● PROBLEM STATEMENT:
Among the records that follow, find the line with "overflow nothing. */" and the line with "const balances = new". Set down those lines and all lines between them exactly, without adding anything.

● RECORD EXCERPTS:

▬▬▬▬▬▬▬▬▬▬

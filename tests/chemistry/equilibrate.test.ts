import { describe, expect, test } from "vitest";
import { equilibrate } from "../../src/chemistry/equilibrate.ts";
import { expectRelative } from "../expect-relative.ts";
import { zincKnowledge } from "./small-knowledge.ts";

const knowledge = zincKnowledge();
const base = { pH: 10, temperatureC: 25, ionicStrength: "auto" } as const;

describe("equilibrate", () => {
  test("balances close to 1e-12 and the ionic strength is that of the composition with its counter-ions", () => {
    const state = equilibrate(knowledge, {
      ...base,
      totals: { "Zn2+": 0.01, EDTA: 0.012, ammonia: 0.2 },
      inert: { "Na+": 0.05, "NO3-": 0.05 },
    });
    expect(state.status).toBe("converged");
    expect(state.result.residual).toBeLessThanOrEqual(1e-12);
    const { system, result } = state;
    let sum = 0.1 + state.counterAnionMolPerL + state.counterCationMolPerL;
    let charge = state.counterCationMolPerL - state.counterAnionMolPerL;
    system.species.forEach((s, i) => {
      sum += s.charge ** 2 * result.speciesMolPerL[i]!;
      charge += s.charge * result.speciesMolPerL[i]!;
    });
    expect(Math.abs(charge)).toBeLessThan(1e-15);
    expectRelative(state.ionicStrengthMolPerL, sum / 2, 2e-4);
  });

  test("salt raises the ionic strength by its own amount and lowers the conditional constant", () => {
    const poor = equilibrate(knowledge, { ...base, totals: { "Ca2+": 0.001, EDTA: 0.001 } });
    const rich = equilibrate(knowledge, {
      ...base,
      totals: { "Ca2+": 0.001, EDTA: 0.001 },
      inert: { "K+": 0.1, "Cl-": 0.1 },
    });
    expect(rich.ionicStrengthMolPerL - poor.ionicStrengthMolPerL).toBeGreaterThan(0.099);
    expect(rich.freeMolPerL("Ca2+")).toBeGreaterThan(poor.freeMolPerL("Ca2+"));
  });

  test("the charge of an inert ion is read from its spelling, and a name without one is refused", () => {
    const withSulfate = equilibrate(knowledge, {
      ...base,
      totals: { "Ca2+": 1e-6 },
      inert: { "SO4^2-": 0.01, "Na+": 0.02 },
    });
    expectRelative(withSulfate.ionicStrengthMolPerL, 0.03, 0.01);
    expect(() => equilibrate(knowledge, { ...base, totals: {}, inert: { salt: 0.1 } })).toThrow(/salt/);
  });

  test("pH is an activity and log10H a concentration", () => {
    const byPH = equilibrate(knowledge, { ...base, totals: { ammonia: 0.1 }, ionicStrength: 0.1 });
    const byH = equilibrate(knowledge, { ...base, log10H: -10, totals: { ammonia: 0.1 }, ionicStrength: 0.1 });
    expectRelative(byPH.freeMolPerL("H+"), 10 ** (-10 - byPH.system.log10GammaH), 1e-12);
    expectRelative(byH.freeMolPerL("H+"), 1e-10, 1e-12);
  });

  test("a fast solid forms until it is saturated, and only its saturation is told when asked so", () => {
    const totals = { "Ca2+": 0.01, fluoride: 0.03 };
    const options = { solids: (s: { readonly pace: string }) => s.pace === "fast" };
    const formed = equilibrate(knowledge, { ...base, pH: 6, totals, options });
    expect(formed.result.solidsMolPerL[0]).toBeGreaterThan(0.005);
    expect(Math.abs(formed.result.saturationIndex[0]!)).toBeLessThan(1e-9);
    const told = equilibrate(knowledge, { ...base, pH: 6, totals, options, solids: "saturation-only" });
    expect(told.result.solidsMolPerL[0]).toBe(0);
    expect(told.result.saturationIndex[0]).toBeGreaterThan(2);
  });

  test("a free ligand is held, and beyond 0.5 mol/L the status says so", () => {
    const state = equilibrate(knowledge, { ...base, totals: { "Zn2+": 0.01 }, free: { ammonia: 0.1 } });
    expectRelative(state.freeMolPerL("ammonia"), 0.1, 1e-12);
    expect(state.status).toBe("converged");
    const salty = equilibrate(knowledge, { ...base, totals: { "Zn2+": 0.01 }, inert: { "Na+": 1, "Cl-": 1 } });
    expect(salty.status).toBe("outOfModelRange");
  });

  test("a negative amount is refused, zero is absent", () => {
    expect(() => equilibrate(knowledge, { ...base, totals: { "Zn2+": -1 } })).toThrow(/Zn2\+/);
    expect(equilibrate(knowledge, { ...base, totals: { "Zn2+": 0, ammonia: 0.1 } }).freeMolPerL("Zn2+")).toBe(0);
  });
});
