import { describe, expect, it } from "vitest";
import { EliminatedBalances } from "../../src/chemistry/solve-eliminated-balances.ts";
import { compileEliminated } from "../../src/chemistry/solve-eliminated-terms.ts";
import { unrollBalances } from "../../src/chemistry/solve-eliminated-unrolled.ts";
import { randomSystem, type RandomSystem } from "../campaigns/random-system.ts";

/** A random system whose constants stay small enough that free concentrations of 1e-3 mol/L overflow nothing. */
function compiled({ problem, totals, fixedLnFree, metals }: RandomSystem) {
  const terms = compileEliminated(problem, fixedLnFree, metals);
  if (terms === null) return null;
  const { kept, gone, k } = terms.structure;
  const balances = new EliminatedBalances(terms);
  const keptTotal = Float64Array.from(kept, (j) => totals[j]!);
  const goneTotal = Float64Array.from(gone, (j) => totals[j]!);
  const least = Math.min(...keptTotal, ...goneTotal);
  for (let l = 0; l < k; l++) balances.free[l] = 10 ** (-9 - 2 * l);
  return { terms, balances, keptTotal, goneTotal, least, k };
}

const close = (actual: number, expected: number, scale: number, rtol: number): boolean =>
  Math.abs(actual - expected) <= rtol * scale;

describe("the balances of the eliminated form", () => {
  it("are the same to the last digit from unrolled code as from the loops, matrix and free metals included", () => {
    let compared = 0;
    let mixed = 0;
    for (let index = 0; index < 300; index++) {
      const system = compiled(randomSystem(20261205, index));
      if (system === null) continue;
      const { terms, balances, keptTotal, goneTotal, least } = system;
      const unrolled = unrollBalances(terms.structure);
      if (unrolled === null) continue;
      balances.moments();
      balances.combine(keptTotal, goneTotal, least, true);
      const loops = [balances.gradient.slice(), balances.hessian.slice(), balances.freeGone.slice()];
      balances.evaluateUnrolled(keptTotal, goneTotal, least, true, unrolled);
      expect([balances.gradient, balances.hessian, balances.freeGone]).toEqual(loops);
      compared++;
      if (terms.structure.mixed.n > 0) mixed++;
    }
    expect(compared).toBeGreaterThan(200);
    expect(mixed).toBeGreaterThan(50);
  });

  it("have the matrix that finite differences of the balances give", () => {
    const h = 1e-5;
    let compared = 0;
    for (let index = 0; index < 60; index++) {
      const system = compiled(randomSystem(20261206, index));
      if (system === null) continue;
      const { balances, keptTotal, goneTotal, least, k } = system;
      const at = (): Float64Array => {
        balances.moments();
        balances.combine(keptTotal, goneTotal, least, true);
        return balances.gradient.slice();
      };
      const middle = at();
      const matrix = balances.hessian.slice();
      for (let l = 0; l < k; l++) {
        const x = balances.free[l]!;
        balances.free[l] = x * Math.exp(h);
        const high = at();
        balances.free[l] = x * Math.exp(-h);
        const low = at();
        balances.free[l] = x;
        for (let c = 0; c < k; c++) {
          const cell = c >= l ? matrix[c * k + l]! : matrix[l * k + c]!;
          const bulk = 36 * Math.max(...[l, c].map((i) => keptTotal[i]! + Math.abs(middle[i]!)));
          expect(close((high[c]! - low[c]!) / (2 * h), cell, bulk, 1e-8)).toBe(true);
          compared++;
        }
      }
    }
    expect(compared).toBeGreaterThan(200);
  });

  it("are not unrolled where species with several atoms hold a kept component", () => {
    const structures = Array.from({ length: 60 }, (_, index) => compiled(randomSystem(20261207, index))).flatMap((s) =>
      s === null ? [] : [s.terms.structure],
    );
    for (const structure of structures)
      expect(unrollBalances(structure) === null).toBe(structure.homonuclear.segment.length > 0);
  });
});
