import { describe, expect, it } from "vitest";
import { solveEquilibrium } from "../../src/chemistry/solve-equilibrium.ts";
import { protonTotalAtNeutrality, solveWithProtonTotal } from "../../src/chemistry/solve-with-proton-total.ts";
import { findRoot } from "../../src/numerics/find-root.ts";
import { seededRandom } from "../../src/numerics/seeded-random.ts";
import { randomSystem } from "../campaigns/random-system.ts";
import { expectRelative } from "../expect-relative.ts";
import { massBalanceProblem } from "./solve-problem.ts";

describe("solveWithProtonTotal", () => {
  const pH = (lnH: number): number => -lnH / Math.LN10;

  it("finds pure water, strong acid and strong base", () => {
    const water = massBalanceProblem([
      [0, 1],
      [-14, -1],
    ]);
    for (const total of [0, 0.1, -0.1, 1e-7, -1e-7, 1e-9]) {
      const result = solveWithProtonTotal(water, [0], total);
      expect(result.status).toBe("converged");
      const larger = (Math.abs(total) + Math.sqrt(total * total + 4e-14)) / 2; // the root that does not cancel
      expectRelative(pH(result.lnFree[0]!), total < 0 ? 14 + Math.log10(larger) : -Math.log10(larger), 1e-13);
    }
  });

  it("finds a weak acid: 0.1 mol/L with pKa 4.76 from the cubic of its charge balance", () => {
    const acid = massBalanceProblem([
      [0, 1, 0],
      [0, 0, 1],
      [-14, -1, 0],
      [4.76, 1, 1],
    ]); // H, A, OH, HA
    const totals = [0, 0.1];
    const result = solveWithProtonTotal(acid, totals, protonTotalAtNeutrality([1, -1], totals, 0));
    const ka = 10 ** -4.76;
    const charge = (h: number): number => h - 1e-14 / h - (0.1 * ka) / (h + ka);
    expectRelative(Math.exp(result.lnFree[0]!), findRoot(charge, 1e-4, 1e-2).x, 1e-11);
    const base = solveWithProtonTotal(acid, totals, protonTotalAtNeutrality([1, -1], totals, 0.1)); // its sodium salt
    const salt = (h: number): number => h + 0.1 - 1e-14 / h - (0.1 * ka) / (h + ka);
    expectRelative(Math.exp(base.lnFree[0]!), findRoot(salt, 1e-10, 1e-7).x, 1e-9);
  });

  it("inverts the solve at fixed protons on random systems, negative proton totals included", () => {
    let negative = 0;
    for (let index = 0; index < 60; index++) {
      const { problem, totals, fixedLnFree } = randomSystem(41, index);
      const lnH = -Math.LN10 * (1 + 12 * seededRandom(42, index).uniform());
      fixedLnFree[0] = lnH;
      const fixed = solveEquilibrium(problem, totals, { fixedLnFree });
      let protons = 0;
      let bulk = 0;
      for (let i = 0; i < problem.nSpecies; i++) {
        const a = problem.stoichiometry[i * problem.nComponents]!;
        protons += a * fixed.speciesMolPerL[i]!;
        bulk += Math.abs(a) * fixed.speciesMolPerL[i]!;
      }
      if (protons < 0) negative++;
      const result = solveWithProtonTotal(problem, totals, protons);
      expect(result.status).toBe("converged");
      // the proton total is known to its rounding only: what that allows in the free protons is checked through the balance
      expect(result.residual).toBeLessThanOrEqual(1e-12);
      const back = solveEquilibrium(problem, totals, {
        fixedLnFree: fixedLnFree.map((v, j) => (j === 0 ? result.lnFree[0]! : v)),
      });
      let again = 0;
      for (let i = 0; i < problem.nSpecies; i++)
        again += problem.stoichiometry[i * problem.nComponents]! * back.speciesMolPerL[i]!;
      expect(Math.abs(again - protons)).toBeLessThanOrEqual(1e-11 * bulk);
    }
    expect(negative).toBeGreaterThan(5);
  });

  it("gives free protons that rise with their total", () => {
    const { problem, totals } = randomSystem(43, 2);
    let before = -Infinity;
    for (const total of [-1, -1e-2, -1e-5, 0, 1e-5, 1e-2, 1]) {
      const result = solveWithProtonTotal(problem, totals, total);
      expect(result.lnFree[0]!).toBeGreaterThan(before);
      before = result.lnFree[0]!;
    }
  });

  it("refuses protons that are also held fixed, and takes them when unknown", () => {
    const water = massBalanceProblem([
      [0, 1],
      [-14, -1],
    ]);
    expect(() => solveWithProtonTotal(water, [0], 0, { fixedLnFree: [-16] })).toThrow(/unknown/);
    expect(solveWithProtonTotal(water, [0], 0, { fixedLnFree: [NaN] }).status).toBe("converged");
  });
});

▬▬▬▬▬▬▬▬▬▬

● YOUR RESPONSE:
/** A random system whose constants stay small enough that free concentrations of 1e-3 mol/L overflow nothing. */
function compiled({ problem, totals, fixedLnFree, metals }: RandomSystem) {
  const terms = compileEliminated(problem, fixedLnFree, metals);
  if (terms === null) return null;
  const { kept, gone, k } = terms.structure;
  const balances = new EliminatedBalances(terms);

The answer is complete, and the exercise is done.